____ Data supplied

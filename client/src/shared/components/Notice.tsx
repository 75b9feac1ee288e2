import type { ReactNode } from 'react';
import { Button } from './Button';
import { Spinner } from './Spinner';

/** What a page shows while its data loads; polite so screen readers hear it without interruption. */
export function LoadingNotice({ children = 'Loading…' }: { children?: ReactNode }) {
  return (
    <p role="status" className="flex items-center gap-2 py-6 text-loam-700">
      <Spinner />
      <span>{children}</span>
    </p>
  );
}

/** A failed load, with the server's message and a way to try again. */
export function ErrorNotice({
  title,
  error,
  onRetry,
}: {
  title: string;
  error: unknown;
  onRetry?: () => void;
}) {
  const message = error instanceof Error ? error.message : 'Something went wrong.';
  return (
    <div
      role="alert"
      className="flex flex-col items-start gap-3 rounded-seed border border-danger-200 bg-danger-50 px-5 py-4"
    >
      <div>
        <p className="font-semibold text-danger-700">{title}</p>
        <p className="mt-1 text-sm text-humus-900">{message}</p>
      </div>
      {onRetry ? (
        <Button variant="secondary" size="sm" onClick={onRetry}>
          Try again
        </Button>
      ) : null}
    </div>
  );
}
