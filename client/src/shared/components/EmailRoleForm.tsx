import { useState, type ReactNode } from 'react';
import type { UseMutationResult } from '@tanstack/react-query';
import type { z } from 'zod';
import { roles, type Role } from '../../../../shared/api/auth';
import type { ApiRequestError } from '../lib/apiFetch';
import { serverFieldErrors, useForm, zodFieldErrors } from '../lib/forms';
import { roleNames } from '../lib/roles';
import { Button } from './Button';
import { FormAlert } from './FormAlert';
import { SelectField } from './SelectField';
import { TextField } from './TextField';

type EmailRoleBody = { email: string; role: Role };

const roleOptions = roles.map((role) => ({ value: role, label: roleNames[role] }));

type EmailRoleFormProps<R> = {
  titleId: string;
  title: string;
  lead: ReactNode;
  initialRole: Role;
  schema: z.ZodType<EmailRoleBody>;
  mutation: UseMutationResult<R, Error, EmailRoleBody>;
  submitLabel: string;
  pendingLabel: string;
  /** Refusals that are about the address, shown beside the E-mail field instead of above the form. */
  isAboutTheEmail: (error: unknown) => error is ApiRequestError;
  /** The confirmation read out after a success. */
  describe: (result: R) => string;
};

/**
 * One e-mail and one role, sent to the server: how owners add members and invite people.
 * After a success the e-mail is cleared and the role kept, for the next person.
 */
export function EmailRoleForm<R>({
  titleId,
  title,
  lead,
  initialRole,
  schema,
  mutation,
  submitLabel,
  pendingLabel,
  isAboutTheEmail,
  describe,
}: EmailRoleFormProps<R>) {
  const form = useForm<{ email: string; role: string }>({ email: '', role: initialRole });
  const [done, setDone] = useState<string | null>(null);

  const submit = () => {
    if (mutation.isPending) return;
    setDone(null);
    const parsed = schema.safeParse(form.values);
    if (!parsed.success) {
      mutation.reset();
      form.setErrors(zodFieldErrors(parsed.error));
      return;
    }
    form.setErrors({});
    mutation.mutate(parsed.data, {
      onSuccess: (result) => {
        setDone(describe(result));
        form.setValues({ email: '', role: form.values.role });
      },
      onError: (error) => {
        const fields = serverFieldErrors(error);
        form.setErrors(
          isAboutTheEmail(error) && !fields.email ? { ...fields, email: error.message } : fields,
        );
      },
    });
  };

  return (
    <form
      onSubmit={form.onSubmit(submit)}
      noValidate
      aria-labelledby={titleId}
      className="flex flex-col gap-4"
    >
      <div>
        <h2 id={titleId} className="text-xl font-semibold">
          {title}
        </h2>
        <p className="mt-1 text-sm text-loam-700">{lead}</p>
      </div>
      <FormAlert error={isAboutTheEmail(mutation.error) ? null : mutation.error} />
      <div className="grid gap-4 sm:grid-cols-[minmax(0,1fr)_12rem_auto] sm:items-start">
        <TextField
          label="E-mail"
          type="email"
          autoComplete="off"
          spellCheck={false}
          required
          {...form.field('email')}
        />
        <SelectField label="Role" options={roleOptions} {...form.field('role')} />
        <Button
          type="submit"
          pending={mutation.isPending}
          pendingLabel={pendingLabel}
          className="sm:mt-[1.875rem] sm:min-h-[2.875rem]"
        >
          {submitLabel}
        </Button>
      </div>
      {done ? (
        <p role="status" className="text-sm font-medium text-humus-900">
          <span aria-hidden="true">✓ </span>
          {done}
        </p>
      ) : null}
    </form>
  );
}
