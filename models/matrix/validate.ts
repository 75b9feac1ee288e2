/**
 * Input checks for a projection matrix A, where A[i][j] is the contribution of stage j in year t to
 * stage i in year t+1. Rejecting bad input here, with the offending row/column named, keeps the
 * eigen-solvers free of guards and gives the UI a message a user can act on.
 * Indices in messages are 0-based, as in the code that builds the matrix.
 */
export function assertProjectionMatrix(matrix: readonly (readonly number[])[]): void {
  if (!Array.isArray(matrix) || matrix.length === 0) {
    throw new RangeError('projection matrix must have at least one row (at least 1×1)');
  }
  const n = matrix.length;
  for (let i = 0; i < n; i++) {
    const row = matrix[i];
    if (!Array.isArray(row)) {
      throw new RangeError(`projection matrix row ${i} is not an array`);
    }
    if (row.length !== n) {
      throw new RangeError(
        `projection matrix must be square: row ${i} has ${row.length} entries but there are ${n} rows`,
      );
    }
    for (let j = 0; j < n; j++) {
      const a = row[j];
      if (typeof a !== 'number' || !Number.isFinite(a)) {
        throw new RangeError(
          `projection matrix entry at row ${i}, column ${j} is ${String(a)}; it must be a finite number`,
        );
      }
      if (a < 0) {
        throw new RangeError(
          `projection matrix entry at row ${i}, column ${j} is ${a}; entries must be non-negative`,
        );
      }
    }
  }
}
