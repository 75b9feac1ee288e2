import { Outlet, ScrollRestoration } from 'react-router-dom';
import { LoadingNotice } from '../shared/components/Notice';

export function RootLayout() {
  return (
    <>
      <Outlet />
      <ScrollRestoration />
    </>
  );
}

/** Shown while the first page's code arrives. */
export function BootScreen() {
  return (
    <div className="mx-auto max-w-page px-4 py-10 sm:px-6">
      <LoadingNotice>Opening Seedwake…</LoadingNotice>
    </div>
  );
}
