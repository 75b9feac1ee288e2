import { unitLabels, unitSystemNames, unitSystems, useUnits } from '../lib/units';

/**
 * Metric or US customary, as a pair of radio buttons: arrow keys move between them and a
 * screen reader announces the group, with no custom keyboard handling to get wrong.
 */
export function UnitsSwitch() {
  const { system, setSystem } = useUnits();
  return (
    <fieldset className="flex items-center gap-2">
      <legend className="sr-only">Units</legend>
      <span className="text-sm text-loam-700" aria-hidden="true">
        Units
      </span>
      <div className="flex rounded-seed border border-silt-300 bg-white p-0.5">
        {unitSystems.map((option) => (
          <label
            key={option}
            title={`${unitSystemNames[option]}: ${unitLabels[option].density}, ${unitLabels[option].area}, ${unitLabels[option].mass}`}
            className="cursor-pointer rounded-[0.25rem] px-2.5 py-1 text-sm font-medium text-loam-700 has-checked:bg-humus-900 has-checked:text-silt-50 has-focus-visible:outline-3 has-focus-visible:outline-offset-2 has-focus-visible:outline-clay-600"
          >
            <input
              type="radio"
              name="units"
              value={option}
              checked={system === option}
              onChange={() => setSystem(option)}
              className="sr-only"
            />
            <span aria-hidden="true">{option === 'metric' ? 'Metric' : 'US'}</span>
            <span className="sr-only">{unitSystemNames[option]}</span>
          </label>
        ))}
      </div>
    </fieldset>
  );
}
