import type { ButtonHTMLAttributes, MouseEvent } from 'react';
import { Spinner } from './Spinner';

type Variant = 'primary' | 'secondary' | 'quiet' | 'danger';
type Size = 'md' | 'sm';

const base =
  'inline-flex items-center justify-center gap-2 rounded-seed font-medium transition-colors select-none ' +
  'aria-disabled:cursor-not-allowed disabled:cursor-not-allowed disabled:opacity-60';

const variants: Record<Variant, string> = {
  // Solid humus: the darkest soil carries the one main action on a page.
  primary: 'bg-humus-900 text-silt-50 hover:bg-humus-700 active:bg-humus-950 shadow-sm',
  secondary: 'border border-loam-400 bg-silt-50 text-humus-900 hover:border-loam-600 hover:bg-silt-100',
  quiet: 'text-humus-900 underline-offset-4 hover:bg-silt-200/70 hover:underline',
  danger: 'border border-danger-700 bg-silt-50 text-danger-700 hover:bg-danger-50',
};

const sizes: Record<Size, string> = {
  md: 'min-h-11 px-4 py-2 text-base',
  sm: 'min-h-9 px-3 py-1.5 text-sm',
};

/** The button look, for links that act as buttons (a router Link to the next step). */
export function buttonClasses(variant: Variant = 'primary', size: Size = 'md'): string {
  return `${base} ${variants[variant]} ${sizes[size]}`;
}

type ButtonProps = ButtonHTMLAttributes<HTMLButtonElement> & {
  variant?: Variant;
  size?: Size;
  /** While true the button stays focusable but ignores presses and says what it is doing. */
  pending?: boolean;
  pendingLabel?: string;
};

export function Button({
  variant = 'primary',
  size = 'md',
  pending = false,
  pendingLabel,
  className = '',
  type = 'button',
  onClick,
  children,
  ...rest
}: ButtonProps) {
  // aria-disabled rather than disabled keeps focus on the button while the request runs,
  // so a keyboard user is not thrown back to the top of the page.
  const handleClick = (event: MouseEvent<HTMLButtonElement>) => {
    if (pending) {
      event.preventDefault();
      return;
    }
    onClick?.(event);
  };
  return (
    <button
      type={type}
      className={`${buttonClasses(variant, size)} ${pending ? 'cursor-progress' : ''} ${className}`}
      aria-disabled={pending || undefined}
      aria-busy={pending || undefined}
      onClick={handleClick}
      {...rest}
    >
      {pending ? (
        <>
          <Spinner />
          <span>{pendingLabel ?? children}</span>
        </>
      ) : (
        children
      )}
    </button>
  );
}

________

=== Task item ===
Please give the number of lines in the listing that include "user", with nothing else.

=== Solution below ===
2